Resting Blood Pressure
- This assessment will require specialized equipment such as a stethoscope and sphygmomanometer or an Automatic Blood Pressure Monitor (ABPM).
- It is recommended that the personal trainer receive specialized training to perform this procedure, unless an ABPM is being utilized.
- Record the resting systolic and diastolic pressure to the nearest two mmHg.
- In the event that the resting systolic blood pressure is greater than 144 mmHg and or the resting diastolic blood pressure is greater than 94 mmHg, wait an additional five minutes, have the client sit quietly and take the reading again.
- If after the second reading the systolic and diastolic pressures are above the cut offs, refer them to a physician.
Once you are underway and performing the test, you should still monitor your clients. During each minute of the test, you should check for the following:
- Client asks to stop.
- Physical or verbal manifestations of severe fatigue.
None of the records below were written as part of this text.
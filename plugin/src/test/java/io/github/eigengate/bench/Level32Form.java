package io.github.eigengate.bench;

/**
 * The coefficients a_n, n ≤ N, of the weight-2 newform of level 32 (the CM form of y² = x³ − x, η(4z)²η(8z)²): its
 * L-function is that of the Hecke character ψ(α) = α on Z[i] for α ≡ 1 mod (2 + 2i) (Ireland–Rosen, <i>A Classical
 * Introduction to Modern Number Theory</i>, 2nd ed., §18.4 and §18.5), so a_n = Σ α over the α = a + bi with
 * a² + b² = n and α ≡ 1 mod (2 + 2i), i.e. a odd, b even, a + b ≡ 1 mod 4 (the imaginary parts cancel in conjugate
 * pairs). All n ≤ N at once in O(N). Checked against PARI/GP ellan in Level32FormTest.
 */
final class Level32Form {
    private Level32Form() {
    }

    /** a[n] for 1 ≤ n ≤ max (a[0] unused). */
    static int[] coefficients(int max) {
        int[] a = new int[max + 1];
        int r = (int) Math.sqrt((double) max) + 1;
        for (int x = -r; x <= r; x += 1) {
            if ((x & 1) == 0) {
                continue;
            }
            long xx = (long) x * x;
            for (int y = -2 * (r / 2); y <= r; y += 2) { // b even
                long n = xx + (long) y * y;
                if (n > max || Math.floorMod(x + y, 4) != 1) {
                    continue;
                }
                a[(int) n] += x;
            }
        }
        return a;
    }
}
- Onset of angina like symptoms.
- Signs of poor perfusion (light-headed, confusion, skin discoloration, nausea, cold/clammy skin).
- Heart Rate. Failure of HR to rise with exercise.
- Blood Pressure.
- Significant drop (20 mmHg) in systolic BP or a failure of the systolic BP to rise with an increase in exercise intensity.
- Excessive rise in BP.
- Stop test if BP is >260 (systolic) or >115 (diastolic).
- Equipment failure.
- Client meets the termination criteria of the test or 85 percent of heart rate max.
If any of these signs occur, you should immediately terminate the test and begin an active recovery.
After the clients have finished the exercise test, you should use active recovery as described in the test protocol for at least two to three minutes. After the active recovery, have clients sit and continue to monitor them every one to two minutes for at least four minutes. Signs to look for include:
- Signs of discomfort
- Skin discoloration
- Cold/clammy skin
- Heart Rate. Heart rate not reducing and becoming stable.
- Blood Pressure. Blood pressure not stabilizing.
Before clients can leave the testing area, their heart rate must be less than 100 beats per minute, systolic blood pressure less than 145 mmHg and diastolic blood pressure less than 95 mmHg.
In summary, assessing the aerobic capacity of your clients is an important step in helping them to maintain an active lifestyle. However, it is vital for you to ensure your clients are well informed and properly screened prior to assessing their cardiovascular fitness. In addition, you should closely monitor them during and after exercise to ensure safety.
- Canadian Society for Exercise Physiology (2003). The Canadian physical Activity, Fitness and Lifestyle Approach (3rd edition). Canadian Society for Exercise Physiology. Ottawa, ON.
- Exercise Goals and Intent. Personal Training on the Net. December 2004.
- Health and Lifestyle Questionnaire. Personal Training on the Net. September 2004.
- Heyward, V.H. (2002). Advanced Fitness Assessment and Exercise Prescription (2nd edition). Human Kinetics: Champaign, IL.
- Physical Activity Readiness Questionnaire. Personal Training on the Net. September 2004.
- Physicians Approval. Personal Training on the Net. September 2004.